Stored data
-------
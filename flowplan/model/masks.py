"""Masks, what they align to, and features that a process step aligns by itself."""

from collections.abc import Iterator
from typing import Any, Literal

from pydantic import Field, GetJsonSchemaHandler, model_validator
from pydantic_core import CoreSchema

from flowplan.errors import Path
from flowplan.model.base import AXES, Axis, Described, Id, Model, PositiveNumber, one_or_more, refuse
from flowplan.model.marksites import Alignment
from flowplan.model.terms import Size, Term

WEIGHT_TOLERANCE = 1e-6


class Reading(Model):
    """One reference whose marks are read."""

    mask: Id = Field(description="A mask or self-aligned feature printed earlier, or `wafer`.")
    weight: PositiveNumber | None = Field(
        None, description="Share in an average; all equal when left out, together 1."
    )
    alignment: Alignment | None = Field(None, description="Replaces the tool's `alignment` for this reading.")

    @model_validator(mode="before")
    @classmethod
    def _from_id(cls, value: object) -> object:
        if isinstance(value, str):
            return {"mask": value}
        if not isinstance(value, dict | Reading):
            raise refuse("FP203", "a mask's id belongs here", "name an earlier mask, or wafer")
        return value

    @classmethod
    def __get_pydantic_json_schema__(
        cls, schema: CoreSchema, handler: GetJsonSchemaHandler
    ) -> dict[str, Any]:
        return one_or_more(handler(schema), {"type": "string"})


class References(Model):
    """What a mask reads along x and along y: one reference each, or a weighted average."""

    x: tuple[Reading, ...] = Field(description="References read along x.")
    y: tuple[Reading, ...] = Field(description="References read along y.")

    @model_validator(mode="before")
    @classmethod
    def _both_axes(cls, value: object) -> object:
        if isinstance(value, References):
            return value
        if isinstance(value, dict) and not set(value) & {"mask", "weight", "alignment"}:
            return {k: _as_list(v) if k in AXES else v for k, v in value.items()}
        return {"x": _as_list(value), "y": _as_list(value)}

    @model_validator(mode="after")
    def _weights_add_up(self) -> "References":
        for axis in AXES:
            _check_weights(self.on(axis))
        return self

    @classmethod
    def __get_pydantic_json_schema__(
        cls, schema: CoreSchema, handler: GetJsonSchemaHandler
    ) -> dict[str, Any]:
        full = handler(schema)
        several = full["properties"]["x"]
        one = several["items"]
        either = {"anyOf": [one, {"type": "array", "items": one, "minItems": 1}]}
        per_axis = full | {
            "properties": {axis: either | {"description": f"What is read along {axis}."} for axis in AXES}
        }
        return one_or_more(per_axis, *either["anyOf"])

    def on(self, axis: Axis) -> tuple[Reading, ...]:
        """Return the readings along one axis."""
        return self.x if axis == "x" else self.y

    def weighted(self, axis: Axis) -> tuple[tuple[Reading, float], ...]:
        """Return the readings along one axis, each with its weight; the weights add up to 1."""
        readings = self.on(axis)
        raw = [1.0 if r.weight is None else r.weight for r in readings]
        total = sum(raw)
        return tuple((r, w / total) for r, w in zip(readings, raw, strict=True))


def _as_list(value: object) -> object:
    return value if isinstance(value, list | tuple) else [value]


def _check_weights(readings: tuple[Reading, ...]) -> None:
    if not readings:
        raise refuse("FP205", "no reference is named", "name an earlier mask, or wafer")
    names = [r.mask for r in readings]
    for name in names:
        if names.count(name) > 1:
            raise refuse("FP302", f"{name!r} stands twice in one average", "name each reference once")
    given = [r.weight for r in readings if r.weight is not None]
    if given and len(given) < len(readings):
        raise refuse("FP304", "some references have a weight and some do not", "give all or none")
    if given and abs(sum(given) - 1) > WEIGHT_TOLERANCE:
        raise refuse("FP304", f"the weights add up to {sum(given):.6g}, not 1", "change them to add up to 1")


class Mask(Described):
    """One exposure: a mask, its tool, what it aligns to and the errors of its own."""

    id: Id = Field(description="The name used by everything that refers to this mask.")
    tool: Id = Field(description="The tool that exposes it, a key of `tools`.")
    aligns_to: References = Field(description="Earlier masks whose marks are read, or `wafer`.")
    may_align_to: tuple[References, ...] | None = Field(
        None,
        min_length=1,
        description="Other references that `propose` may choose, each in a form of `aligns_to`.",
    )
    cd: Size | None = Field(
        None, description="Variation of the full width (critical dimension); each edge moves by half."
    )
    edge: Size | None = Field(
        None, description="Variation of one edge, positive when the feature grows; instead of `cd`."
    )
    mark_reading: Size | None = Field(
        None, description="Extra error, fresh each time somebody reads this mask's marks."
    )
    terms: dict[str, Term] = Field(default_factory=dict, description="Named error terms of this mask alone.")
    side: Literal["front", "back"] = Field(
        "front", description="`back`: exposed on the turned-over wafer, x reversed (SEMI M20)."
    )

    def every_reference(self) -> Iterator[tuple[Path, References]]:
        """Yield what the mask reads and what it may read, each with its place in the mask."""
        yield ("aligns_to",), self.aligns_to
        for k, candidate in enumerate(self.may_align_to or ()):
            yield ("may_align_to", k), candidate

    @model_validator(mode="after")
    def _one_edge(self) -> "Mask":
        if self.cd is not None and self.edge is not None:
            hint = "keep one; cd is full width, edge one side"
            raise refuse("FP208", "both cd and edge are given", hint, key="edge")
        return self


class Follows(Model):
    """Which layer's pattern a self-aligned feature takes over, per axis."""

    x: Id = Field(description="The layer followed along x.")
    y: Id = Field(description="The layer followed along y.")

    @model_validator(mode="before")
    @classmethod
    def _both_axes(cls, value: object) -> object:
        return {"x": value, "y": value} if isinstance(value, str) else value

    @classmethod
    def __get_pydantic_json_schema__(
        cls, schema: CoreSchema, handler: GetJsonSchemaHandler
    ) -> dict[str, Any]:
        return one_or_more(handler(schema), {"type": "string"})

    def on(self, axis: Axis) -> str:
        """Return the layer followed along one axis."""
        return self.x if axis == "x" else self.y


Tone = Literal["same", "opposite"]


class Tones(Model):
    """Whether the parent's edge errors come over with the same or the opposite sign, per axis."""

    x: Tone = Field("same", description="Along x.")
    y: Tone = Field("same", description="Along y.")

    @model_validator(mode="before")
    @classmethod
    def _both_axes(cls, value: object) -> object:
        return value if isinstance(value, dict | Tones) else {"x": value, "y": value}

    @classmethod
    def __get_pydantic_json_schema__(
        cls, schema: CoreSchema, handler: GetJsonSchemaHandler
    ) -> dict[str, Any]:
        return one_or_more(handler(schema), {"enum": ["same", "opposite"]})

    def sign(self, axis: Axis) -> int:
        """Return +1 for `same`, -1 for `opposite`."""
        return 1 if (self.x if axis == "x" else self.y) == "same" else -1


class SelfAligned(Described):
    """A feature whose place comes from another layer's pattern, without an exposure of its own."""

    id: Id = Field(description="The name used by pairs and by masks that read its marks.")
    follows: Follows = Field(description="The layer whose pattern position it has, exactly.")
    tone: Tones = Field(
        default_factory=Tones, validate_default=True, description="Sign of the inherited edge errors."
    )
    edge: Size | None = Field(None, description="Its own error per edge, positive when the feature grows.")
-------
* **WORK TASK**
Wherever "hint" occurs in the entries above, copy the line it sits on.

* **SOLUTION**
            hint = "keep one; cd is full width, edge one side"
            raise refuse("FP208", "both cd and edge are given", hint, key="edge")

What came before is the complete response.